Environment:LLMBook zh LLMBook zh github io VLLM Inference Environment
| Knowledge Sources | |
|---|---|
| Domains | Infrastructure, Inference, LLMs |
| Last Updated | 2026-02-08 04:30 GMT |
Overview
vLLM inference engine environment for high-throughput LLM text generation with PagedAttention.
Description
This environment provides the vLLM library for efficient large language model inference. vLLM uses PagedAttention to manage GPU memory for KV-cache, enabling high-throughput batch inference. The codebase uses vllm.LLM for model initialization and vllm.SamplingParams for controlling decoding behavior. The example demonstrates inference with LLaMA-2-7B-Chat.
Usage
Use this environment for any batch inference or text generation workflow. It is the mandatory prerequisite for the VLLM_LLM_Generate implementation. Use vLLM when you need high-throughput inference with multiple prompts simultaneously, rather than the standard Hugging Face generate pipeline.
System Requirements
| Category | Requirement | Notes |
|---|---|---|
| OS | Linux | vLLM has limited Windows/Mac support |
| Hardware | NVIDIA GPU | Minimum 16GB VRAM for 7B model inference |
| Python | Python >= 3.8 | Required by vLLM |
| Disk | 30GB+ | For cached model weights |
Dependencies
Python Packages
- `vllm` >= 0.2.0
Credentials
- `HF_TOKEN`: Hugging Face API token for gated model access (e.g., LLaMA-2 models).
Quick Install
# Install vLLM
pip install vllm
# Verify installation
python -c "import vllm; print('vLLM installed successfully')"
Code Evidence
vLLM model initialization from `code/9.1 vLLM实践.py:1,11`:
import vllm
model = vllm.LLM(model='meta-llama/Llama-2-7b-chat-hf')

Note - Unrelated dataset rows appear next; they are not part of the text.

"""How the width of the narrowest lines runs with wavelength inside one segment.

ln FWHM of the blocks is followed by the plainest law that serves: constant resolving power,
constant FWHM, or a line or parabola in ln(wavelength). The criterion is BIC = chi2 + k ln n
(Schwarz 1978) of Huber's loss (1964, Ann. Math. Statist. 35, 73), with the robust scatter
about the parabola as error; n counts blocks less their likeness to their neighbours, for
blends widen whole stretches together.
"""

from __future__ import annotations

from dataclasses import dataclass

import numpy as np

RESOLVING, FLAT, LINEAR, QUADRATIC = (
    "constant resolving power", "constant FWHM", "linear in ln wavelength",
    "quadratic in ln wavelength",
)
HUBER = 1.345  # sigmas
CLEAR = 10.0  # by which the criterion must prefer a law that bends ("very strong" in the
# words of Kass & Raftery 1995, J. Am. Stat. Assoc. 90, 773, from memory)
FIRM = 0.1  # departure in ln FWHM from a constant that blends in blocks do not make
FEWEST = {LINEAR: 12, QUADRATIC: 24}  # blocks
COVER, PARTS = 0.6, 10  # share of equal parts of the range, in ln wavelength, with blocks in them


@dataclass(frozen=True)
class WidthLaw:
    """ln FWHM(Angstrom) = c0 + c1 x + c2 x^2, x = ln(wave/pivot), between ``low`` and
    ``high`` vacuum Angstrom; constant resolving power beyond, where no block speaks.
    error: one sigma of ln FWHM; blocks: number followed."""

    kind: str
    coefficients: tuple[float, ...]
    pivot: float
    low: float
    high: float
    error: float
    blocks: int

    def at(self, wave) -> np.ndarray:
        """FWHM in Angstrom at ``wave`` (vacuum Angstrom), same shape."""
        wave = np.asarray(wave, dtype=float)
        inside = np.clip(wave, self.low, self.high)
        x = np.log(inside / self.pivot)
        return np.exp(np.polynomial.polynomial.polyval(x, self.coefficients)) * (wave / inside)


def _covered(wave, span) -> float:
    """Share of the range's equal parts in which blocks lie: a few far ones make no run."""
    place = np.log(wave / span[0]) / np.log(span[1] / span[0])
    return len(np.unique(np.clip((place * PARTS).astype(int), 0, PARTS - 1))) / PARTS


def constant_law(wave, fwhm, span, even_log: bool) -> WidthLaw:
    """Constant resolving power, or constant FWHM where the blocks scatter clearly less so.

    wave, fwhm: of the blocks, Angstrom, (b,), b >= 1; span: (first, last) wavelength
    searched; even_log: samples even in ln(wavelength), which tells of an instrument of
    constant resolving power.
    """
    flat, slope = float(np.median(fwhm)), float(np.median(fwhm / wave))
    about_flat, about_slope = np.log(fwhm / flat), np.log(fwhm / wave / slope)
    favoured = 0.4 if even_log else 0.8
    is_flat = np.median(np.abs(about_flat)) < favoured * np.median(np.abs(about_slope))
    rest = about_flat if is_flat else about_slope
    value = (np.log(flat), 0.0) if is_flat else (np.log(slope * span[0]), 1.0)
    return WidthLaw(FLAT if is_flat else RESOLVING, tuple(map(float, value)), *span[:1], *span,
                    _error(rest[np.argsort(wave)], 1), len(wave))


def bent_law(base: WidthLaw, wave, fwhm, span) -> WidthLaw:
    """``base``, or the line or parabola in ln(wavelength) that the blocks clearly prefer.

    wave, fwhm: of the blocks, Angstrom, (b,), ascending; span: searched, Angstrom.
    """
    kinds = [k for k in (LINEAR, QUADRATIC) if len(wave) >= FEWEST[k]]
    if not kinds or _covered(wave, span) < COVER:
        return base
    pivot = float(np.exp(np.mean(np.log(wave))))
    x, y = np.log(wave / pivot), np.log(fwhm)
    fits = [_huber(x, y, 1 + i) for i, _ in enumerate(kinds)]
    rest = y - _run(x, fits[-1])
    sigma, length = max(_scatter(rest), 1e-3), _likeness(rest)
    about_base = y - np.log(base.at(wave))
    about_base = about_base - np.median(about_base)  # its run is on trial, not its height
    best, least = base, _criterion(about_base, sigma, length, 1) - CLEAR
    for kind, fit in zip(kinds, fits, strict=True):
        rest = y - _run(x, fit)
        bic = _criterion(rest, sigma, length, len(fit))
        if bic < least and np.max(np.abs(about_base - rest)) > FIRM:
            best = WidthLaw(kind, tuple(map(float, fit)), pivot, float(wave[0]),
                            float(wave[-1]), _error(rest, len(fit)), len(x))
            least = bic - CLEAR
    return best


def law_error(wave, fwhm) -> float:
    """One sigma of the resolving power of blocks taken as constant, relative."""
    power = np.log(fwhm / wave)
    return _error(power - np.median(power), 1) if len(wave) else float("nan")


def _error(rest, free: int) -> float:
    """One sigma of ln FWHM along a law of ``free`` parameters; NaN from a single value."""
    if len(rest) < 2:
        return float("nan")
    return float(1.2533 * _scatter(rest) * np.sqrt(_likeness(rest) * free / len(rest)))


def _run(x, coefficients):
    return np.polynomial.polynomial.polyval(x, coefficients)


def _scatter(rest) -> float:
    return 1.4826 * float(np.median(np.abs(rest)))


def _huber(x, y, degree: int, rounds: int = 30) -> np.ndarray:
    """Polynomial of least Huber loss by iterated weights, (degree + 1,)."""
    slopes = x[:, None] ** np.arange(degree + 1)
    weight = np.ones(len(x))
    for _ in range(rounds):
        root = np.sqrt(weight)
        found = np.linalg.lstsq(slopes * root[:, None], y * root, rcond=None)[0]
        rest = np.abs(y - slopes @ found)
        weight = np.minimum(1.0, HUBER * max(_scatter(rest), 1e-9) / np.maximum(rest, 1e-12))
    return found


def _criterion(rest, sigma: float, length: float, free: int) -> float:
    u = np.abs(rest) / sigma
    loss = np.where(u < HUBER, u * u, 2.0 * HUBER * u - HUBER**2)
    return float(loss.sum() / length + free * np.log(len(rest) / length))


def _likeness(rest) -> float:
    """Blocks that count as one: (1 + r)/(1 - r) of neighbours' correlation r, at least 1."""
    if len(rest) < 8:
        return 1.0
    held = np.clip(rest - np.median(rest), -3 * _scatter(rest), 3 * _scatter(rest))
    r = float(np.sum(held[1:] * held[:-1]) / max(np.sum(held * held), 1e-300))
    return (1.0 + min(max(r, 0.0), 0.9)) / (1.0 - min(max(r, 0.0), 0.9))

Sampling parameters configuration from `code/9.1 vLLM实践.py:14-19`:
sampling_params = vllm.SamplingParams(
temperature=0,
max_tokens=2048,
presence_penalty=0,
frequency_penalty=0,
)
Batch generation from `code/9.1 vLLM实践.py:22`:
out = model.generate(prompts, sampling_params=sampling_params)
Common Errors
| Error Message | Cause | Solution |
|---|---|---|
| `ImportError: No module named 'vllm'` | vLLM not installed | `pip install vllm` |
| `CUDA out of memory` | Insufficient VRAM for model | Use a smaller model or reduce `gpu_memory_utilization` |
| `ValueError: Model not found` | Model path incorrect or gated | Check model path and set `HF_TOKEN` for gated models |
Compatibility Notes
- GPU Memory: vLLM pre-allocates GPU memory for KV-cache. Default `gpu_memory_utilization=0.9` may need reduction on smaller GPUs.
- Model Format: vLLM supports HuggingFace format models. GGUF and other formats require conversion.
- Prompt Format: LLaMA-2-Chat models require `[INST] ... [/INST]` prompt format as shown in the code example.